In our continuing series of election reports, we welcome political scientists Natalia C. Del Cogliano and Mariana L. Prats with the following post-election report on last week’s Argentinian elections:
The fact that this report could largely have been written two months ago right after primaries were held is a reality we cannot avoid. Is uncertainty in results a necessary condition for elections in a democratic context? It seems not. Besides the unhappy claims of the opposition saying that there has been fraud in the primary elections, the final results provided by the National Judicial Power rejected such a possibility. And the citizens of Argentina reconfirmed it on Sunday, October 23.
In August, the primaries resulted in a difference of 8.150.000 votes (38.04%) between current President (Cristina Fernández de Kirchner, Frente para la Victoria) and the runner-up candidate Ricardo Alfonsín (Unión Cívica Radical/Unión para el Desarrollo Social) a difference that was not easy for the opposition to accept as having occurred legitimately. Consequently, some claims of fraud emerged from among the opposition, but even then the claimed fraud was not at level that would be likely to change the eventual outcome of the election. Instead, the message the opposition took from the primaries was, in the words of Gabriel Garcia Marquez “the chronicle of a death foretold”. With such a result, the country was almost fully painted dark blue (the color of the ruling party: Frente para la Victoria).
Here are the actual results from the election, compared to the results from the August primary:
After August everyone predicted that President Cristina Fernández de Kirchner (CFK) was going to win the general election by an enormous margin, there would be no runoff, and Hermes Binner would finish in second place. That is, the and 3rd places candidates would fall behind Binner who had come in 4th place in the primary. And this is what really happened.

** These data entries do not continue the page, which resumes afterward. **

def condition_number(K: np.ndarray) -> float:
    """2-norm condition number of K with every row scaled to unit length."""
    norms = np.linalg.norm(K, axis=1)
    if np.any(norms == 0):
        return float("inf")
    return float(np.linalg.cond(K / norms[:, None]))


class ClassicalLeastSquares:
    """K-matrix CLS: several concentrations from one spectrum.

    Parameters
    ----------
    pure_spectra : ndarray (m, p), optional
        Pure-component reference spectra (rows of K, on the spectra's axis).
        When omitted, K is estimated from calibration mixtures in :meth:`fit`.
    non_negative : bool, default False
        Concentrations constrained to ≥ 0 (NNLS).
    baseline : {"none", "offset", "linear"}, default "none"
    confidence : float, default 0.95
        Level of the residual limit.
    condition_limit : float, default 30
        Condition number of K above which every prediction is flagged.

    Attributes
    ----------
    K_ : ndarray (m, p)
        Pure-component spectra, given or estimated (C⁺X of the
        baseline-projected spectra).
    baseline_basis_ : ndarray (b, p)
        G (b = 0, 1 or 2 rows).
    condition_number_ : float
    calibration_q_ : ndarray (n,)
        Q of the residuals that stand for new samples (leave-one-out when K
        is estimated).
    q_limit_ : float
    n_samples_, n_components_ : int
    """

    family = "cls"

    def __init__(self, pure_spectra=None, non_negative: bool = False, baseline: str = "none",
                 confidence: float = 0.95, condition_limit: float = DEFAULT_CONDITION_LIMIT):
        self.pure_spectra = pure_spectra
        self.non_negative = non_negative
        self.baseline = baseline
        self.confidence = confidence
        self.condition_limit = condition_limit

    def _check_params(self):
        if self.baseline not in BASELINES:
            raise InputError(f"baseline must be one of {', '.join(BASELINES)}", field="baseline")
        if not isinstance(self.non_negative, (bool, np.bool_)):
            raise InputError("non_negative must be true or false", field="non_negative")
        if not 0.5 <= float(self.confidence) < 1.0:
            raise InputError(f"confidence must be in [0.5, 1), got {self.confidence!r}",
                             field="confidence")
        limit = self.condition_limit
        if isinstance(limit, bool) or not isinstance(limit, numbers.Real) or not limit >= 1.0:
            raise InputError("condition_limit must be a number ≥ 1", field="condition_limit")

    def fit(self, X, C=None, axis=None) -> "ClassicalLeastSquares":
        """Set K and learn the residual limit.

        Parameters
        ----------
        X : ndarray (n, p)
            Calibration spectra: mixtures of known composition ``C`` (K is
            estimated), or, with ``pure_spectra``, spectra of typical samples
            whose residuals set the residual limit (``C`` not used then).
        C : ndarray (n, m), optional
            Known concentrations of the mixtures; required without
            ``pure_spectra``.
        axis : ndarray (p,), optional
            Wavenumbers of the columns, for the ``linear`` baseline (column
            index when omitted).
        """
        self._check_params()
        X, _ = check_xy(X)
        n, p = X.shape
        self.baseline_basis_ = baseline_basis(self.baseline, p, axis)
        project = _Projection(self.baseline_basis_)
        Xp = project(X)
        if self.pure_spectra is not None:
            if C is not None:
                raise InputError("C is only used to estimate K; with pure_spectra given, "
                                 "check predictions against C with validation statistics",
                                 field="C")
            K = np.atleast_2d(check_xy(np.atleast_2d(self.pure_spectra))[0])
            if K.shape[1] != p:
                raise InputError(f"pure spectra have {K.shape[1]} points, the spectra {p}",
                                 field="pure_spectra")
            self._set_K(K, project)
            if n < 3:
                raise InputError("the residual limit needs at least 3 spectra", field="X")
            fitted = _concentrations(self.projected_K_, Xp, bool(self.non_negative))
            E = Xp - fitted @ self.projected_K_
        else:
            C = self._check_concentrations(C, n)
            m = C.shape[1]
            if n < max(m + 2, 3):
                raise InputError(f"estimating K for {m} components with leave-one-out "
                                 f"residuals needs at least {max(m + 2, 3)} mixtures, got {n}",
                                 field="X")
            if np.linalg.matrix_rank(C) < m:
                raise InputError("the calibration concentrations are linearly dependent: "
                                 "K cannot be estimated", field="C")
            self._set_K(np.linalg.lstsq(C, Xp, rcond=None)[0], project)
            E = self._leave_one_out_residuals(C, Xp)
        self.calibration_q_ = np.einsum("ij,ij->i", E, E)
        self.q_limit_ = box_residual_limit(float(self.confidence), q_values=self.calibration_q_)
        self.n_samples_ = n
        return self

    @staticmethod
    def _check_concentrations(C, n: int) -> np.ndarray:
        if C is None:
            raise InputError("give the mixtures' concentrations C, or pure_spectra", field="C")
        C = np.asarray(C, dtype=np.float64)
        if C.ndim == 1:
            C = C[:, None]
        if C.ndim != 2 or C.shape[0] != n:
            raise InputError(f"C must have one row per spectrum ({n})", field="C")
        if not np.all(np.isfinite(C)):
            raise InputError(f"C row {int(np.argwhere(~np.isfinite(C))[0, 0])} is not finite",
                             field="C")
        return C

    def _set_K(self, K: np.ndarray, project: _Projection):
        self.K_ = np.ascontiguousarray(K)
        self.projected_K_ = project(self.K_)
        self.n_components_ = K.shape[0]
        if np.linalg.matrix_rank(self.projected_K_) < self.n_components_:
            raise InputError("the component spectra are linearly dependent (after the baseline "
                             "term): concentrations cannot be separated", field="pure_spectra")
        self.condition_number_ = condition_number(self.projected_K_)

    def _leave_one_out_residuals(self, C: np.ndarray, Xp: np.ndarray) -> np.ndarray:
        n = Xp.shape[0]
        E = np.empty_like(Xp)
        keep = np.ones(n, dtype=bool)
        for i in range(n):
            keep[i] = False
            K_i = np.linalg.lstsq(C[keep], Xp[keep], rcond=None)[0]
            keep[i] = True
            c_i = _concentrations(K_i, Xp[i:i + 1], bool(self.non_negative))
            E[i] = Xp[i] - c_i @ K_i
        return E

    # ------------------------------------------------------------ prediction
    def _spectra(self, X) -> np.ndarray:
        X, _ = check_xy(np.atleast_2d(np.asarray(X, dtype=np.float64)))
        if X.shape[1] != self.K_.shape[1]:
            raise InputError(f"spectra must have {self.K_.shape[1]} points, got {X.shape[1]}",
                             field="X")
        return X

    def _solve(self, X: np.ndarray):
        Xp = _Projection(self.baseline_basis_)(X)
        C = _concentrations(self.projected_K_, Xp, bool(self.non_negative))
        return C, Xp - C @ self.projected_K_

    def predict(self, X) -> np.ndarray:
        """Concentrations, shape (n, m)."""
        return self._solve(self._spectra(X))[0]

    def residuals(self, X) -> np.ndarray:
        """Residual spectra x − ĉK − b̂G, shape (n, p)."""
        return self._solve(self._spectra(X))[1]

    def baseline_coefficients(self, X) -> np.ndarray:
        """b̂ of the baseline term in the basis ``baseline_basis_``, shape (n, b)."""
        X = self._spectra(X)
        C, _ = self._solve(X)
        if self.baseline_basis_.shape[0] == 0:
            return np.zeros((X.shape[0], 0))
        return np.linalg.lstsq(self.baseline_basis_.T, (X - C @ self.K_).T, rcond=None)[0].T

    def check(self, X) -> FamilyChecks:
        """Concentrations with the residual and condition-number checks."""
        X = self._spectra(X)
        C, E = self._solve(X)
        q = np.einsum("ij,ij->i", E, E)
        cond = np.full(X.shape[0], self.condition_number_)
        return FamilyChecks(
            y_pred=C, values={"q": q, "condition_number": cond},
            limits={"q_limit": self.q_limit_, "condition_limit": float(self.condition_limit)},
            flags={"residual": q > self.q_limit_, "condition": cond > float(self.condition_limit)},
            flag_order=FLAGS)

    # ----------------------------------------------------------- evidence
    def evidence(self) -> dict[str, Any]:
        """The component spectra (rows of K) and the residual and condition limits."""
        return {"K": self.K_.copy(), "condition_number": self.condition_number_,
                "condition_limit": float(self.condition_limit), "q_limit": self.q_limit_,
                "calibration_q": self.calibration_q_.copy(), "confidence": float(self.confidence),
                "baseline": self.baseline, "non_negative": bool(self.non_negative),
                "k_source": "estimated" if self.pure_spectra is None else "pure_spectra",
                "n_samples": self.n_samples_}

    def explain(self, x) -> dict[str, Any]:
        """One spectrum: measured, fitted (ĉK + b̂G) and residual, with the limits.

        The residual of the projected fit is the residual of the fit with the
        baseline term (Frisch–Waugh–Lovell), so the fitted spectrum is x − residual.
        """
        X = self._spectra(x)[:1]
        C, E = self._solve(X)
        q = float(E[0] @ E[0])
        return {"measured": X[0], "fitted": X[0] - E[0], "residual": E[0],
                "concentrations": C[0].tolist(),
                "baseline_coefficients": self.baseline_coefficients(X)[0].tolist(),
                "q": q, "q_limit": self.q_limit_, "condition_number": self.condition_number_,
                "condition_limit": float(self.condition_limit),
                "flags": [name for name, bad in (
                    ("residual", q > self.q_limit_),
                    ("condition", self.condition_number_ > float(self.condition_limit))) if bad]}

    # ----------------------------------------------------------- plain state
    _ARRAYS = ("K", "baseline_basis", "calibration_q")

    def state_arrays(self) -> dict[str, np.ndarray]:
        return {k: np.ascontiguousarray(getattr(self, k + "_")) for k in self._ARRAYS}

    def state_json(self) -> dict[str, Any]:
        return {"family": self.family, "k_source": "estimated" if self.pure_spectra is None
                else "pure_spectra", "non_negative": bool(self.non_negative),
                "baseline": self.baseline, "confidence": float(self.confidence),
                "condition_limit": float(self.condition_limit), "q_limit": self.q_limit_,
                "condition_number": self.condition_number_, "n_samples": self.n_samples_,
                "n_components": self.n_components_}

    @classmethod
    def from_state(cls, arrays: dict[str, np.ndarray], meta: dict[str, Any]
                   ) -> "ClassicalLeastSquares":
        state = take_arrays(arrays, cls._ARRAYS, cls.family)
        model = cls(pure_spectra=state["K"] if meta["k_source"] == "pure_spectra" else None,
                    non_negative=bool(meta["non_negative"]), baseline=meta["baseline"],
                    confidence=meta["confidence"], condition_limit=meta["condition_limit"])
        model._check_params()
        for key, value in state.items():
            setattr(model, key + "_", value)
        model.projected_K_ = _Projection(model.baseline_basis_)(model.K_)
        model.condition_number_ = float(meta["condition_number"])
        model.q_limit_ = float(meta["q_limit"])
        model.n_samples_, model.n_components_ = int(meta["n_samples"]), int(meta["n_components"])
        return model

It is also worth noting that this is the first time in the electoral history of our country a socialist candidate for president obtained more than 10% of the vote. Hence, the President’ closer challenger was a former socialist governor who was allied with different small progressive forces, seeming to emerge as the main opposition front. Today Frente Amplio Progresista looks like a very well positioned force for future elections (something remarkable if we consider that these were the first elections in which the front contended).
Related to that, a noteworthy fact is that the first and second places were obtained by political forces that seem to occupy and demand for themselves the center-left position in the ideological spectrum. Also, for the fourth time in history, the Unión Cívica Radical Party, the eldest modern political party in our country, was clearly shifted from its second place.
The electoral results this last Sunday were historical; the president obtained the highest number of votes since the re-democratization process in 1983 when former president Raúl Alfonsín got 51.7% of the votes. Moreover, considering the 18 elections held since 1916, President CFK is now third in the podium, only surpassed by Yrigoyen (1928) and Perón (1951, 1973).
Cristina F. de Kirchner obtained the 53.96% of the votes, Hermes Binner 16.87%, Ricardo Alfonsín 11.15%, and the remaining four candidates summed 18.02% altogether. Hence, there has been a difference of 7.968.505 votes, that is, a 37.09% between first and second places. Such gap is the second highest since 1916. Compared to the previous four widest winning margins registered in our electoral history, CFK could not break Peron’ mark in the elections of September 1973:
As recently as two years ago, CFK had seemed a long shot to win a second four-year term. On 2009 a heated dispute over agricultural export taxes sent her approval ratings below 30 percent. But as the New York Times noted, Mrs. Kirchner, who succeeded her husband, Néstor Kirchner in 2007, to become the country’s first female president, made a more than a remarkable comeback, being the first female president reelected.
Besides, it is interesting to observe that although this is now CFK’s second term in office, this overwhelming victory may correspond to a third term, bearing in mind that the first was her husband’s tem in 2003. As we all know, time and political power usually don’t get on very well. But her husband, former president Nestor Kirchner, won the 2003 presidential elections only with 22.24% of the votes and eight years since then CFK gets a 53.96%, placing herself as one of the most powerful and widely supported presidents. No doubt can be cast on the fact that this landslide victory represented the clear consolidation of her political leadership.
Apart from novel technical aspects introduced by the new electoral reform (Law 26.571) such as a unique electoral register and ballots containing photos of candidates, the homogeneity of the vote across the whole country is another interesting piece of information. President CFK won in every province (every electoral district), but one: San Luis, ensuring herself the majority in both national legislative chambers. What’s more, the ruling party, CFK’s party, won seven out of eight governorships this Sunday and even in provinces historically opposed to her and her party.
All in all, it cannot be denied that these elections have propelled CFK as one of the nation’ most popular leaders in recent history. In the context of recent times of popular political disenchantment, this election—such an overwhelming victory—make us wonder whether that mood is being replaced by a different political spirit.